> _WORK ORDER_: Every line of the data is to be retyped exactly.

(Dataset entries)
=== Section Start ===
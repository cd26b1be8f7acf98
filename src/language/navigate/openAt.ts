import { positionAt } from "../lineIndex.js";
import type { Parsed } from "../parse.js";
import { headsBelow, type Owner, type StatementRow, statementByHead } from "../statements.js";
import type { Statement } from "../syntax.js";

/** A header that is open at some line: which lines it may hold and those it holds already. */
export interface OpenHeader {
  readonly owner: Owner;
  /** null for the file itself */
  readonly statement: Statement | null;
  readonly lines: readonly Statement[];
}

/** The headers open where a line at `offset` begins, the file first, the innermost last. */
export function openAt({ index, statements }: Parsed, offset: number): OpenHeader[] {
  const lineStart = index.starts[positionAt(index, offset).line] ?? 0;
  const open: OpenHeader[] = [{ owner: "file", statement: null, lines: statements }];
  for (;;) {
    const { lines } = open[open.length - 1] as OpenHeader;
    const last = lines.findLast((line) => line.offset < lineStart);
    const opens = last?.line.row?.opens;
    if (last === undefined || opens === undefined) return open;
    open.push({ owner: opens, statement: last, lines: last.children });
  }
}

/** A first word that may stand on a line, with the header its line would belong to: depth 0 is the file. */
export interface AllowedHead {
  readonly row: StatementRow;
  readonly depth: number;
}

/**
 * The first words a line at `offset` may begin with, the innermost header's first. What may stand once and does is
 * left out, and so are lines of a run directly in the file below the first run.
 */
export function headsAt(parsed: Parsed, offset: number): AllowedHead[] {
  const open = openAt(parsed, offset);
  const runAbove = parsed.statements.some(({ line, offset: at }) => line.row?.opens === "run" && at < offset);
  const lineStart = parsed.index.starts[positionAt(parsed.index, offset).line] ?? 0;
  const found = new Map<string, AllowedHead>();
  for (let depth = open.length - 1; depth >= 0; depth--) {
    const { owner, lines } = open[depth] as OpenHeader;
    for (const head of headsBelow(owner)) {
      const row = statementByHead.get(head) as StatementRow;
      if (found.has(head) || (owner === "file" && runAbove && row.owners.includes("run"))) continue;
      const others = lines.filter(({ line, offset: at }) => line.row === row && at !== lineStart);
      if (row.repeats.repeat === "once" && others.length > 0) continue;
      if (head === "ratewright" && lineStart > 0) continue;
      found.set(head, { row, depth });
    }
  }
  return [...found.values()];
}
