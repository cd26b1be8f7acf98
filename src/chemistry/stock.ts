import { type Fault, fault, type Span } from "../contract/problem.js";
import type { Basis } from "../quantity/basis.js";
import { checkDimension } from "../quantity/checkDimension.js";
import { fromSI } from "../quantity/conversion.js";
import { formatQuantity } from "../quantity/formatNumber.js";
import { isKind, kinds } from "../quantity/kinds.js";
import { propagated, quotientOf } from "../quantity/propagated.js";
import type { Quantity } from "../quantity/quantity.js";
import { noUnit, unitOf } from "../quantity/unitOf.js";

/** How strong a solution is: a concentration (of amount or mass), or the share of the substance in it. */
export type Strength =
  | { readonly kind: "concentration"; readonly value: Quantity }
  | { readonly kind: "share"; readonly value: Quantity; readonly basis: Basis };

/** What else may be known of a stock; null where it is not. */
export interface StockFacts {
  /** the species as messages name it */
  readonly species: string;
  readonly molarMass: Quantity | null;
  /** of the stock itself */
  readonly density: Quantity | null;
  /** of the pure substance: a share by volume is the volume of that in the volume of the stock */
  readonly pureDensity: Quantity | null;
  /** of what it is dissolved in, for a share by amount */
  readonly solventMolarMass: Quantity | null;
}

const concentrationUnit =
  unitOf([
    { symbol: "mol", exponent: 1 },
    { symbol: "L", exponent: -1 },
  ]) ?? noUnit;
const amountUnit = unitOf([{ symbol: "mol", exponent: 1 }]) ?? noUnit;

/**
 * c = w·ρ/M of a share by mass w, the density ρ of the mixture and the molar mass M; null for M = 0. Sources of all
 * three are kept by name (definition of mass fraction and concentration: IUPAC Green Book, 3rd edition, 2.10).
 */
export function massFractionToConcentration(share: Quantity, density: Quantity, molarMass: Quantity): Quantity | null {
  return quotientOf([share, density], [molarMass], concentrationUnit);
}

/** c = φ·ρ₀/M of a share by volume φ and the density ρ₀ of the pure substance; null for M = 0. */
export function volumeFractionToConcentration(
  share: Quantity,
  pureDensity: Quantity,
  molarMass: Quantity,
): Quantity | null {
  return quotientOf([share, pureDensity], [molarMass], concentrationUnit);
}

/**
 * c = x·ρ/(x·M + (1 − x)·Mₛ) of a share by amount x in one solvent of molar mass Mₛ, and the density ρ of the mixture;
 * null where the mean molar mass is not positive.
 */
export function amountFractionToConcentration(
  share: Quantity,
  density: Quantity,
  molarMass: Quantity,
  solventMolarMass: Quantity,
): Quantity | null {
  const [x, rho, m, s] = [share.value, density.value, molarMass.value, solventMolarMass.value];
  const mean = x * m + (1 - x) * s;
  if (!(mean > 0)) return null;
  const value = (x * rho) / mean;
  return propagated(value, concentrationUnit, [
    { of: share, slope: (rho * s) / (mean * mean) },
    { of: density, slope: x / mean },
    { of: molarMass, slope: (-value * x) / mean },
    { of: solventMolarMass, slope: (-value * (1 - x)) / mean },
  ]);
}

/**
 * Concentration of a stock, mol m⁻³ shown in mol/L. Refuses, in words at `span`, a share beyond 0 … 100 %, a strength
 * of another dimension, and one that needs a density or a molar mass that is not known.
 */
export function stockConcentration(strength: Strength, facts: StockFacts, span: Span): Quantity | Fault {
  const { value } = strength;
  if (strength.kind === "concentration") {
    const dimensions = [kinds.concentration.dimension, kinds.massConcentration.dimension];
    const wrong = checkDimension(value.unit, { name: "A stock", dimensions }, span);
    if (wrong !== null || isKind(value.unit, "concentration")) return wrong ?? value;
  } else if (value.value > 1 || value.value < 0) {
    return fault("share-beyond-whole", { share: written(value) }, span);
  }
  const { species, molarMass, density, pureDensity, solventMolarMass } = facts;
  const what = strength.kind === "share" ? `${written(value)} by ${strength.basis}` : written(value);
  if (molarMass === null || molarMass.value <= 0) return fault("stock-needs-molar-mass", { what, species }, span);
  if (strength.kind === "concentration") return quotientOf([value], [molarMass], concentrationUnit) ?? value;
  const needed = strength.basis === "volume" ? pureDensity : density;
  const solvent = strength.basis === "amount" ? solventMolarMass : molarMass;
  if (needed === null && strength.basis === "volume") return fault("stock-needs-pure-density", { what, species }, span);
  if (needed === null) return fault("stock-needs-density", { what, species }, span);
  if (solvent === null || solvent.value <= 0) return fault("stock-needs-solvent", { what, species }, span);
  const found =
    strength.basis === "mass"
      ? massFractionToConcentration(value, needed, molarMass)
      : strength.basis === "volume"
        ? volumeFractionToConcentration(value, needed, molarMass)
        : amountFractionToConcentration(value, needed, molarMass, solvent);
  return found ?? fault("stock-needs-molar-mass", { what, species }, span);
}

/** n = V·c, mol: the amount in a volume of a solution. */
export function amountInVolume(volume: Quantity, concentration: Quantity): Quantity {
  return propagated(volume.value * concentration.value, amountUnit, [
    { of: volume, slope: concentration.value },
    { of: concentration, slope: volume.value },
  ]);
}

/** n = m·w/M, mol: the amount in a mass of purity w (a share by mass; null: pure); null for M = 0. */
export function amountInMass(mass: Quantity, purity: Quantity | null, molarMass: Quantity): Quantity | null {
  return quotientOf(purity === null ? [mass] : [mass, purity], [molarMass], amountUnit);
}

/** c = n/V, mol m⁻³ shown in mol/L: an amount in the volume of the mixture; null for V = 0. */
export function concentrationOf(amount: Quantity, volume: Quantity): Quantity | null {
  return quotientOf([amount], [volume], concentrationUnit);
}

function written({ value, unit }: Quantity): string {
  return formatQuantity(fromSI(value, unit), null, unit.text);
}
=== Section End ===
> _PROBLEM SOLUTION_:
repository cd26b1be8f7acf98
filename src/language/navigate/openAt.ts
import { positionAt } from "../lineIndex.js";
import type { Parsed } from "../parse.js";
import { headsBelow, type Owner, type StatementRow, statementByHead } from "../statements.js";
import type { Statement } from "../syntax.js";

/** A header that is open at some line: which lines it may hold and those it holds already. */
export interface OpenHeader {
  readonly owner: Owner;
  /** null for the file itself */
  readonly statement: Statement | null;
  readonly lines: readonly Statement[];
}

/** The headers open where a line at `offset` begins, the file first, the innermost last. */
export function openAt({ index, statements }: Parsed, offset: number): OpenHeader[] {
  const lineStart = index.starts[positionAt(index, offset).line] ?? 0;
  const open: OpenHeader[] = [{ owner: "file", statement: null, lines: statements }];
  for (;;) {
    const { lines } = open[open.length - 1] as OpenHeader;
    const last = lines.findLast((line) => line.offset < lineStart);
    const opens = last?.line.row?.opens;
    if (last === undefined || opens === undefined) return open;
    open.push({ owner: opens, statement: last, lines: last.children });
  }
}

/** A first word that may stand on a line, with the header its line would belong to: depth 0 is the file. */
export interface AllowedHead {
  readonly row: StatementRow;
  readonly depth: number;
}

/**
 * The first words a line at `offset` may begin with, the innermost header's first. What may stand once and does is
 * left out, and so are lines of a run directly in the file below the first run.
 */
export function headsAt(parsed: Parsed, offset: number): AllowedHead[] {
  const open = openAt(parsed, offset);
  const runAbove = parsed.statements.some(({ line, offset: at }) => line.row?.opens === "run" && at < offset);
  const lineStart = parsed.index.starts[positionAt(parsed.index, offset).line] ?? 0;
  const found = new Map<string, AllowedHead>();
  for (let depth = open.length - 1; depth >= 0; depth--) {
    const { owner, lines } = open[depth] as OpenHeader;
    for (const head of headsBelow(owner)) {
      const row = statementByHead.get(head) as StatementRow;
      if (found.has(head) || (owner === "file" && runAbove && row.owners.includes("run"))) continue;
      const others = lines.filter(({ line, offset: at }) => line.row === row && at !== lineStart);
      if (row.repeats.repeat === "once" && others.length > 0) continue;
      if (head === "ratewright" && lineStart > 0) continue;
      found.set(head, { row, depth });
    }
  }
  return [...found.values()];
}
repository cd26b1be8f7acf98
filename src/chemistry/stock.ts
import { type Fault, fault, type Span } from "../contract/problem.js";
import type { Basis } from "../quantity/basis.js";
import { checkDimension } from "../quantity/checkDimension.js";
import { fromSI } from "../quantity/conversion.js";
import { formatQuantity } from "../quantity/formatNumber.js";
import { isKind, kinds } from "../quantity/kinds.js";
import { propagated, quotientOf } from "../quantity/propagated.js";
import type { Quantity } from "../quantity/quantity.js";
import { noUnit, unitOf } from "../quantity/unitOf.js";

/** How strong a solution is: a concentration (of amount or mass), or the share of the substance in it. */
export type Strength =
  | { readonly kind: "concentration"; readonly value: Quantity }
  | { readonly kind: "share"; readonly value: Quantity; readonly basis: Basis };

/** What else may be known of a stock; null where it is not. */
export interface StockFacts {
  /** the species as messages name it */
  readonly species: string;
  readonly molarMass: Quantity | null;
  /** of the stock itself */
  readonly density: Quantity | null;
  /** of the pure substance: a share by volume is the volume of that in the volume of the stock */
  readonly pureDensity: Quantity | null;
  /** of what it is dissolved in, for a share by amount */
  readonly solventMolarMass: Quantity | null;
}

const concentrationUnit =
  unitOf([
    { symbol: "mol", exponent: 1 },
    { symbol: "L", exponent: -1 },
  ]) ?? noUnit;
const amountUnit = unitOf([{ symbol: "mol", exponent: 1 }]) ?? noUnit;

/**
 * c = w·ρ/M of a share by mass w, the density ρ of the mixture and the molar mass M; null for M = 0. Sources of all
 * three are kept by name (definition of mass fraction and concentration: IUPAC Green Book, 3rd edition, 2.10).
 */
export function massFractionToConcentration(share: Quantity, density: Quantity, molarMass: Quantity): Quantity | null {
  return quotientOf([share, density], [molarMass], concentrationUnit);
}

/** c = φ·ρ₀/M of a share by volume φ and the density ρ₀ of the pure substance; null for M = 0. */
export function volumeFractionToConcentration(
  share: Quantity,
  pureDensity: Quantity,
  molarMass: Quantity,
): Quantity | null {
  return quotientOf([share, pureDensity], [molarMass], concentrationUnit);
}

/**
 * c = x·ρ/(x·M + (1 − x)·Mₛ) of a share by amount x in one solvent of molar mass Mₛ, and the density ρ of the mixture;
 * null where the mean molar mass is not positive.
 */
export function amountFractionToConcentration(
  share: Quantity,
  density: Quantity,
  molarMass: Quantity,
  solventMolarMass: Quantity,
): Quantity | null {
  const [x, rho, m, s] = [share.value, density.value, molarMass.value, solventMolarMass.value];
  const mean = x * m + (1 - x) * s;
  if (!(mean > 0)) return null;
  const value = (x * rho) / mean;
  return propagated(value, concentrationUnit, [
    { of: share, slope: (rho * s) / (mean * mean) },
    { of: density, slope: x / mean },
    { of: molarMass, slope: (-value * x) / mean },
    { of: solventMolarMass, slope: (-value * (1 - x)) / mean },
  ]);
}

/**
 * Concentration of a stock, mol m⁻³ shown in mol/L. Refuses, in words at `span`, a share beyond 0 … 100 %, a strength
 * of another dimension, and one that needs a density or a molar mass that is not known.
 */
export function stockConcentration(strength: Strength, facts: StockFacts, span: Span): Quantity | Fault {
  const { value } = strength;
  if (strength.kind === "concentration") {
    const dimensions = [kinds.concentration.dimension, kinds.massConcentration.dimension];
    const wrong = checkDimension(value.unit, { name: "A stock", dimensions }, span);
    if (wrong !== null || isKind(value.unit, "concentration")) return wrong ?? value;
  } else if (value.value > 1 || value.value < 0) {
    return fault("share-beyond-whole", { share: written(value) }, span);
  }
  const { species, molarMass, density, pureDensity, solventMolarMass } = facts;
  const what = strength.kind === "share" ? `${written(value)} by ${strength.basis}` : written(value);
  if (molarMass === null || molarMass.value <= 0) return fault("stock-needs-molar-mass", { what, species }, span);
  if (strength.kind === "concentration") return quotientOf([value], [molarMass], concentrationUnit) ?? value;
  const needed = strength.basis === "volume" ? pureDensity : density;
  const solvent = strength.basis === "amount" ? solventMolarMass : molarMass;
  if (needed === null && strength.basis === "volume") return fault("stock-needs-pure-density", { what, species }, span);
  if (needed === null) return fault("stock-needs-density", { what, species }, span);
  if (solvent === null || solvent.value <= 0) return fault("stock-needs-solvent", { what, species }, span);
  const found =
    strength.basis === "mass"
      ? massFractionToConcentration(value, needed, molarMass)
      : strength.basis === "volume"
        ? volumeFractionToConcentration(value, needed, molarMass)
        : amountFractionToConcentration(value, needed, molarMass, solvent);
  return found ?? fault("stock-needs-molar-mass", { what, species }, span);
}

/** n = V·c, mol: the amount in a volume of a solution. */
export function amountInVolume(volume: Quantity, concentration: Quantity): Quantity {
  return propagated(volume.value * concentration.value, amountUnit, [
    { of: volume, slope: concentration.value },
    { of: concentration, slope: volume.value },
  ]);
}

/** n = m·w/M, mol: the amount in a mass of purity w (a share by mass; null: pure); null for M = 0. */
export function amountInMass(mass: Quantity, purity: Quantity | null, molarMass: Quantity): Quantity | null {
  return quotientOf(purity === null ? [mass] : [mass, purity], [molarMass], amountUnit);
}

/** c = n/V, mol m⁻³ shown in mol/L: an amount in the volume of the mixture; null for V = 0. */
export function concentrationOf(amount: Quantity, volume: Quantity): Quantity | null {
  return quotientOf([amount], [volume], concentrationUnit);
}

function written({ value, unit }: Quantity): string {
  return formatQuantity(fromSI(value, unit), null, unit.text);
}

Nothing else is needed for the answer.